Tuesday, June 09, 2015

SPORTS STORY >> Voskamp hopes for NCAA crown

By NATE ALLEN 
Special to The Leader

FAYETTEVILLE – Arkansas’ senior NCAA record-holding women’s pole vaulter and her heirs apparent will attempt to help vault coach Lance Harter’s Razorbacks to NCAA Indoor team championship heights at this week’s NCAA Women’s Outdoor Track and Field Championships Thursday and Saturday in Eugene, Ore.

Sandi Morris, the senior NCAA outdoor record-holder and NCAA indoor champion, and junior Ariel Voskamp of Cabot, a NCAA outdoor All-American last year and SEC outdoor runner-up to Morris this year, as well as freshman Desiree Freier vault this week.

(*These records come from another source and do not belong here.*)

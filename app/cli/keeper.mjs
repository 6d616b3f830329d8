import { spawn } from "node:child_process";
import { once } from "node:events";
import { fileURLToPath } from "node:url";
import { inspect } from "./processes.mjs";
import { emptyRecord, stopRecorded, writeRecord } from "./run-record.mjs";
import { Sentence, Stopped } from "./sentence.mjs";

const guardProgram = fileURLToPath(new URL("./guard.mjs", import.meta.url));

/** Lines kept of a quiet program's output, to be shown when it fails. */
const linesShown = 20;

/**
 * @typedef {object} ProgramOptions
 * @property {string} [cwd]
 * @property {NodeJS.ProcessEnv} [env]
 * @property {import("./postgres-account.mjs").Account} [account] whom it runs as, when not as this process
 * @property {import("node:child_process").StdioOptions} [stdio]
 * @property {boolean} [alone] stop only the process itself, not its whole group: it stops its children
 * @property {[NodeJS.Signals, number][]} [stop] signals to stop it with, each with the milliseconds it is given
 */

/**
 * @param {import("node:child_process").ChildProcess} child
 * @returns {boolean} whether it has ended, or never began
 */
export function hasEnded(child) {
  return child.pid === undefined || child.exitCode !== null || child.signalCode !== null;
}

/**
 * @param {import("node:child_process").ChildProcess} child
 * @returns {Promise<void>} fulfilled when it has ended, be it long ago
 */
export async function ended(child) {
  if (!hasEnded(child)) await once(child, "exit");
}

/**
 * Starts programs and stops every one of them, whatever ends this process: a record of what runs is kept in a file,
 * and a guard process stops what the record holds as soon as this process closes the pipe to it or dies.
 * Programs run in process groups of their own, so a Ctrl-C in the terminal reaches this process alone, which then
 * stops them in the right order.
 */
export class Keeper {
  #record = emptyRecord();
  #stopping = false;
  /** @type {() => void} */
  #tellStopping = () => undefined;
  /** Fulfilled when stopping begins. */
  whenStopping = /** @type {Promise<void>} */ (new Promise((resolve) => (this.#tellStopping = resolve)));
  /** @type {Promise<void> | undefined} */
  #stopped;
  /** @type {import("node:child_process").ChildProcess} */
  #guard;

  /** @param {string} recordFile where this run's record is kept; no other run may use it */
  constructor(recordFile) {
    this.recordFile = recordFile;
    writeRecord(recordFile, this.#record);
    this.#guard = this.#startGuard();
  }

  #startGuard() {
    const guard = spawn(process.execPath, [guardProgram, this.recordFile], {
      cwd: "/",
      detached: true,
      stdio: ["pipe", "ignore", "inherit"],
    });
    guard.stdin?.on("error", () => undefined);
    guard.once("exit", () => {
      if (!this.#stopping) this.#guard = this.#startGuard();
    });
    return guard;
  }

  /**
   * Starts a program that is to run until the end.
   *
   * @param {string} program
   * @param {string[]} args
   * @param {ProgramOptions} [options]
   */
  start(program, args, options = {}) {
    if (this.#stopping) throw new Stopped();
    const child = spawn(program, args, {
      cwd: options.cwd,
      env: options.env,
      stdio: options.stdio ?? ["ignore", "inherit", "inherit"],
      detached: true,
      ...options.account,
    });
    // One that could not be started has no number; whoever waits for it sees that it has ended.
    child.on("error", () => undefined);
    const found = child.pid === undefined ? undefined : inspect(child.pid);
    if (found) {
      const entry = {
        pid: found.pid,
        ticks: found.ticks,
        group: !options.alone,
        stop: options.stop ?? [
          ["SIGTERM", 10_000],
          ["SIGKILL", 5_000],
        ],
      };
      this.#record.processes.push(entry);
      writeRecord(this.recordFile, this.#record);
      child.once("exit", () => {
        // While stopping, the record is the guard's: it waits for the rest of the group.
        if (this.#stopping) return;
        this.#record.processes = this.#record.processes.filter((other) => other !== entry);
        writeRecord(this.recordFile, this.#record);
      });
    }
    return child;
  }

  /**
   * Runs a program to its end. Its output is shown only when it fails, unless `stdio` says otherwise.
   *
   * @param {string} program
   * @param {string[]} args
   * @param {ProgramOptions & { failure?: string, input?: string }} [options] failure: the sentence to fail with;
   *   input: what it reads on standard input
   * @throws {Sentence} when it does not end with exit code 0
   */
  async run(program, args, options = {}) {
    const { code, lastLines } = await this.outcome(program, args, {
      stdio: [options.input === undefined ? "ignore" : "pipe", "pipe", "pipe"],
      ...options,
    });
    if (code !== 0) throw new Sentence(options.failure ?? `${program} failed.`, lastLines);
  }

  /**
   * Runs a program to its end and tells how it ended.
   *
   * @param {string} program
   * @param {string[]} args
   * @param {ProgramOptions & { input?: string }} [options]
   * @returns {Promise<{ code: number | null, lastLines: string }>} code: null when a signal ended it or it could not start
   */
  async outcome(program, args, options = {}) {
    const child = this.start(program, args, options);
    /** @type {string[]} */
    let lines = [];
    for (const stream of [child.stdout, child.stderr]) {
      stream?.setEncoding("utf8").on("data", (/** @type {string} */ text) => {
        lines = (lines.join("\n") + text).split("\n").slice(-linesShown);
      });
    }
    child.stdin?.on("error", () => undefined).end(options.input);
    const code = await new Promise((resolve) => {
      child.once("error", (error) => {
        lines.push(error.message);
        resolve(null);
      });
      child.once("close", resolve);
    });
    if (this.#stopping) throw new Stopped();
    return { code, lastLines: lines.join("\n").trim() };
  }

  /**
   * Has a temporary folder removed at the end.
   *
   * @param {string} folder
   */
  removeAtEnd(folder) {
    this.#record.folders.push(folder);
    writeRecord(this.recordFile, this.#record);
  }

  /** Whether stopping has begun. */
  get stopping() {
    return this.#stopping;
  }

  /** Stops everything that was started, and returns when all of it is gone. */
  stop() {
    this.#stopped ??= this.#stopAll();
    return this.#stopped;
  }

  async #stopAll() {
    this.#stopping = true;
    this.#tellStopping();
    const guardGone = new Promise((resolve) => this.#guard.once("exit", resolve));
    this.#guard.stdin?.end();
    await guardGone;
    // Nothing is left to do here unless somebody killed the guard at its work.
    await stopRecorded(this.recordFile);
  }
}
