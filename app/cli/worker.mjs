import { closeSync, openSync } from "node:fs";
import { join } from "node:path";
import { ended } from "./keeper.mjs";
import { rotateLog } from "./logs.mjs";
import { root } from "./project.mjs";

/** A job under way may end or put itself back; what is left is done by the next worker. */
const stop = /** @type {[NodeJS.Signals, number][]} */ ([
  ["SIGTERM", 10_000],
  ["SIGKILL", 5_000],
]);

/** Pause before a worker that has ended is started again, milliseconds: doubled each time that it did not last a minute. */
const shortestPause = 250;
const longestPause = 30_000;
const lasting = 60_000;

/**
 * Runs the worker, the process that does the jobs which take longer than a request, and starts it again whenever it
 * ends before everything is stopped.
 *
 * @param {import("./keeper.mjs").Keeper} keeper
 * @param {{ env: NodeJS.ProcessEnv, logFile?: string }} options logFile: where its log goes, else to the terminal
 */
export function keepWorker(keeper, { env, logFile }) {
  if (logFile) rotateLog(logFile);
  let wait = shortestPause;
  const start = () => {
    const began = Date.now();
    const log = logFile ? openSync(logFile, "a", 0o600) : undefined;
    const worker = keeper.start(process.execPath, ["--import", "tsx", join(root, "app/jobs/worker.ts")], {
      cwd: root,
      env,
      stdio: ["ignore", "ignore", log ?? "inherit"],
      stop,
    });
    if (log !== undefined) closeSync(log);
    void ended(worker).then(() => {
      wait = Date.now() - began > lasting ? shortestPause : Math.min(wait * 2, longestPause);
      setTimeout(() => {
        if (!keeper.stopping) start();
      }, wait).unref();
    });
  };
  start();
}
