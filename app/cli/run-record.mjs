import { readFileSync, renameSync, rmSync, writeFileSync } from "node:fs";
import { groupIsAlive, inspect, isAlive, signalProcess, waitUntil } from "./processes.mjs";

/**
 * What one run of a command has going, written down so that somebody else can stop it.
 *
 * @typedef {import("./processes.mjs").Identity & {
 *   group: boolean,
 *   stop: [NodeJS.Signals, number][]
 * }} RunningProcess group: its whole process group is meant; stop: signals, each with the milliseconds it is given
 * @typedef {{ boot: string, processes: RunningProcess[], folders: string[] }} RunRecord
 */

/** The kernel's name for this boot: process numbers and ticks mean nothing after the next. */
function bootId() {
  return readFileSync("/proc/sys/kernel/random/boot_id", "utf8").trim();
}

/** @returns {RunRecord} */
export function emptyRecord() {
  return { boot: bootId(), processes: [], folders: [] };
}

/**
 * @param {string} file
 * @param {RunRecord} record
 */
export function writeRecord(file, record) {
  writeFileSync(`${file}.new`, JSON.stringify(record), { mode: 0o600 });
  renameSync(`${file}.new`, file);
}

/**
 * @param {string} file
 * @returns {RunRecord} empty where nothing (or nothing whole) is written
 */
function readRecord(file) {
  try {
    return JSON.parse(readFileSync(file, "utf8"));
  } catch {
    return emptyRecord();
  }
}

/** @param {RunningProcess} entry */
async function stopProcess(entry) {
  // Members of a group may outlive its first process; their group's number is not given away meanwhile, so a process
  // that now has it but started at another time shows that the group is gone.
  const numberHolder = inspect(entry.pid);
  if (numberHolder ? numberHolder.ticks !== entry.ticks : !entry.group) return;
  const gone = () => (entry.group ? !groupIsAlive(entry.pid) : !isAlive(entry));
  if (gone()) return;
  for (const [signal, patience] of entry.stop) {
    signalProcess(entry.group ? -entry.pid : entry.pid, signal);
    if (await waitUntil(gone, patience)) return;
  }
}

/**
 * Stops everything in a record, the last started first, removes its temporary folders and then the record itself.
 * Harmless when somebody else does the same at the same time.
 *
 * @param {string} file
 */
export async function stopRecorded(file) {
  const record = readRecord(file);
  if (record.boot === bootId()) for (const entry of record.processes.toReversed()) await stopProcess(entry);
  for (const folder of record.folders) rmSync(folder, { recursive: true, force: true });
  rmSync(file, { force: true });
}
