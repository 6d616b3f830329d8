import { useCallback, useEffect, useRef, useState } from "react";

/**
 * What is being dragged, and where to. A pointer may be let go before what its last move said is drawn, so `current` has it at once;
 * `drag` is what is drawn. Escape lets go, which `onLetGo` is told: the same function for as long as the caller is drawn.
 */
export function useDrag<Drag>(onLetGo?: () => void) {
  const [drag, setDrag] = useState<Drag | null>(null);
  const current = useRef<Drag | null>(null);
  const show = useCallback((next: Drag | null) => {
    current.current = next;
    setDrag(next);
  }, []);
  const dragging = drag !== null;
  useEffect(() => {
    if (!dragging) return undefined;
    const press = (event: KeyboardEvent) => {
      if (event.key !== "Escape") return;
      onLetGo?.();
      show(null);
    };
    window.addEventListener("keydown", press);
    return () => window.removeEventListener("keydown", press);
  }, [dragging, onLetGo, show]);
  return { drag, current, show };
}
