"""What the report says about how sure the verdict is, against the records behind it."""

from collections.abc import Callable
from dataclasses import replace
from pathlib import Path

import pytest

from siteassess import Assessment, assess, read_site
from siteassess.assessment import explained
from siteassess.report.content import report_content
from siteassess.report.pieces import Section
from siteassess.report.results import assessment_record, json_text
from siteassess.report.sections.answers import answers
from siteassess.report.summary import MOST_LINES, summary_lines
from siteassess.verdict.uncertainty.how_sure import uncertainty

WriteSite = Callable[..., Path]
WALL = "azimuth_deg,elevation_deg,obstacle\n0,0,\n120,30,wall\n240,30,wall\n"


def sure_of(path: Path) -> Assessment:
    found = assess(read_site(path))
    sure = uncertainty(found.site, found.skyline, found.tracks, found.budget, found.verdict)
    return replace(found, uncertainty=sure)


def walled(write_site: WriteSite, limit_deg: float, more: str = "elevation_error_deg = 1.0") -> Assessment:
    """Without the usable share, so that one finding alone decides."""
    return sure_of(
        write_site(
            ("complete = true", f"complete = true\n{more}"),
            ("min_cn0_dbhz = 33", f"min_cn0_dbhz = 33\nmin_usable_share = 0\nmax_horizon_deg = {limit_deg}"),
            horizon=WALL,
        )
    )


def section(told: Assessment, key: str) -> Section:
    return next(one for one in report_content(told).sections if one.key == key)


def test_without_being_asked_for_nothing_is_said(markup_assessment: Assessment) -> None:
    assert markup_assessment.uncertainty is None
    assert "how-sure" not in {one.key for one in report_content(markup_assessment).sections}
    assert "How sure" not in {one.label for one in answers(markup_assessment)}
    assert assessment_record(markup_assessment)["uncertainty"] is None


@pytest.mark.parametrize(("limit_deg", "word"), [(31.0, "Yes, narrowly."), (29.0, "No, narrowly.")])
def test_a_narrow_result_is_called_so_on_the_first_page(
    write_site: WriteSite, limit_deg: float, word: str
) -> None:
    told = walled(write_site, limit_deg)
    page = {one.label: one.answer for one in answers(told)}
    assert page["Result"].startswith(word)
    assert told.uncertainty is not None
    assert told.uncertainty.probability is not None
    chance = f"{100 * told.uncertainty.probability:.0f}\N{NO-BREAK SPACE}%"
    assert page["How sure"] == (
        f"There is a chance of {chance} that all requirements which depend on the sky are met. That is a "
        "narrow result, which might well turn on “Highest point of the solid skyline”. Most of the doubt is "
        "the elevations of the survey horizon.csv, uncertain by 1.00°: "
        "a finer clinometer or a total station would help most."
    )
    reasons = [row[-1] for row in section(told, "findings").tables[0].rows]
    assert sum("Narrow: there is a chance of" in reason for reason in reasons) == 1


def test_a_clear_result_is_not_called_narrow(write_site: WriteSite) -> None:
    told = walled(write_site, 40.0)
    page = {one.label: one.answer for one in answers(told)}
    assert page["Result"].startswith("Yes. ")
    assert page["How sure"] == (
        "It is as good as certain that all requirements which depend on the sky are met. "
        "No error of survey or levels that was stated makes it doubtful."
    )


def test_a_survey_without_errors_counts_as_exact_and_is_named(write_site: WriteSite) -> None:
    told = walled(write_site, 40.0, more="")
    page = {one.label: one.answer for one in answers(told)}
    assert page["How sure"].endswith("Nobody stated the errors of horizon.csv: its readings count as exact.")


def test_table_of_errors_adds_up_and_names_the_instrument(write_site: WriteSite) -> None:
    told = walled(write_site, 31.0, more='instrument = "smartphone"')
    spread, errors = section(told, "how-sure").tables
    assert {row[0] for row in errors.rows} >= {"Elevations of the survey horizon.csv", "Gain of the antenna"}
    assert errors.rows[0][3] == "100\N{NO-BREAK SPACE}%"
    assert [row[-1] for row in spread.rows].count("narrow") == 1
    (source,) = section(told, "survey").tables[0].rows
    assert "3° (smartphone)" in source
    assert "1° (smartphone)" in source


def test_results_hold_what_the_report_says(write_site: WriteSite) -> None:
    told = walled(write_site, 31.0)
    assert told.uncertainty is not None
    record = assessment_record(told)["uncertainty"]
    assert set(record) == {
        *("draws", "seed", "probability_share", "narrow", "findings", "closest", "sources", "unstated"),
    }
    assert record["probability_share"] == pytest.approx(told.uncertainty.probability)
    assert record["closest"] == {"criterion": "max_horizon_deg", "signal": None}
    assert record["sources"][0]["error"] == "elevation"
    assert {one["criterion"] for one in record["findings"]} >= {"min_usable_share", "min_satellites"}


def test_explained_is_sure_and_the_same_bytes_every_time(write_site: WriteSite) -> None:
    path = write_site(("[require]", "[sky]\ndays = 1\nstep_s = 600\n[require]"), horizon=WALL)
    once, again = (explained(assess(read_site(path))) for _ in range(2))
    assert once.uncertainty is not None
    assert json_text(once) == json_text(again)
    assert len(summary_lines(once)) <= MOST_LINES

Morris, Voskamp and Freier not only vaulted for the first national team championship in the history of the University of Arkansas’ entire women’s athletic program, but for the SEC indoor and outdoor champions, completing the women’s third-ever SEC triple crown that began with Harter’s cross country team winning the SEC meet last fall.

“To win our third triple crown and be a part of our first national championship, I want to do it again,” Voskamp said. “For me, it’s very special and has kept me going all season. I have had a few injuries and it’s been a little bit of a roller coaster, but knowing we are potential national champions and the triple crown, that has pushed me. I want to be a part of that.”

Enough so that she vaults despite a stress fracture in her foot.

“The stress fracture has been bothering me all year,” Voskamp said. “Two years ago I had foot surgery but I got over that. And about two weeks into the season I had a nasty ankle sprain. You just have to keep your head down and keep going through it.”

Voskamp vaulted a career best 14-2 3/4, placing second at the SEC outdoor to Morris’ women’s collegiate record-setting 15-5 3-4. Freier cleared 13-11 3/4 for fifth.

Morris’ heights played a part in pushing the other vaulters to peak performances, Voskamp said.

“She sets the bar so high for us,” Voskamp said. “It’s really good for everybody. All of our expectations are a lot higher just from jumping with her every day.”

Morris is the meet’s co-favorite with the great Demi Payne of Stephen F. Austin University. Each has gone back and forth setting collegiate records indoors and outdoors in 2015. Morris touts Freier and says she knows from Voskamp’s past SEC and NCAA meets, including her All-American fifth-place jumps at last year’s NCAA Outdoor, to count on her contributing with Arkansas ranked No. 2 and host Oregon favored.

“Ariel has worked so hard,” Morris said. “She is just another whole ballgame coming back from injuries. She has scored at nationals and I think she has a good chance of placing in the top four or five at this outdoor nationals.”

Arkansas women’s vault coach Bryan Compton concurs, particularly after Voskamp gutted it out qualifying in the top 12 at the NCAA West Preliminary meet at Austin, Texas, which Morris achieved with a single vault.

“I look for Ariel like she did last year,” Compton said. “She always comes through at these big meets. We were down to our last jump at regionals and she ended up making it and made another bar to qualify. At SEC’s we were kind of struggling coming in and she comes through with a second place and a new PR. So I am hoping she does the same thing as last year and be fifth or even better at the NCAA Championships.”

The team title is huge to Morris, a North Carolina native and University of North Carolina transfer who has become thoroughly a Razorback.

“Gosh, we have already made history by winning indoor nationals,” Morris said. “If we were to win another one this outdoor it would be literally a dream come true.”

Morris set the collegiate indoor record at 15-1 1-2 in January in Fayetteville. Payne bettered that the next night, then smashed it, vaulting 15-7.

However, Payne’s form was off at the NCAA indoor and she didn’t clear a height while Morris won at 15-1.

Each has held the collegiate outdoor record in 2015, with Morris currently on top with her 15-5 3-4 SEC title.

“I do not think I would have jumped so high this year if I didn’t have Demi right there pushing me,” Morris said. “It has kind of pushed both of us to our limits. To have two girls jumping around 15-6 in college, and the record before this year was 15-1 … we have upped the bar a lot this year. It’s really cool to be a part of history.”

Morris concludes her collegiate career in Oregon, but above 14-0 vaulting twins from Cabot, Lexi and Tori Weeks, are signed to arrive.

“They have gotten nearly every single record I set at Cabot High School, but that’s OK,” Voskamp said. “At least I gave them something to shoot for and they went up and beyond that. They are amazing athletes and going to be a really good addition to this team.”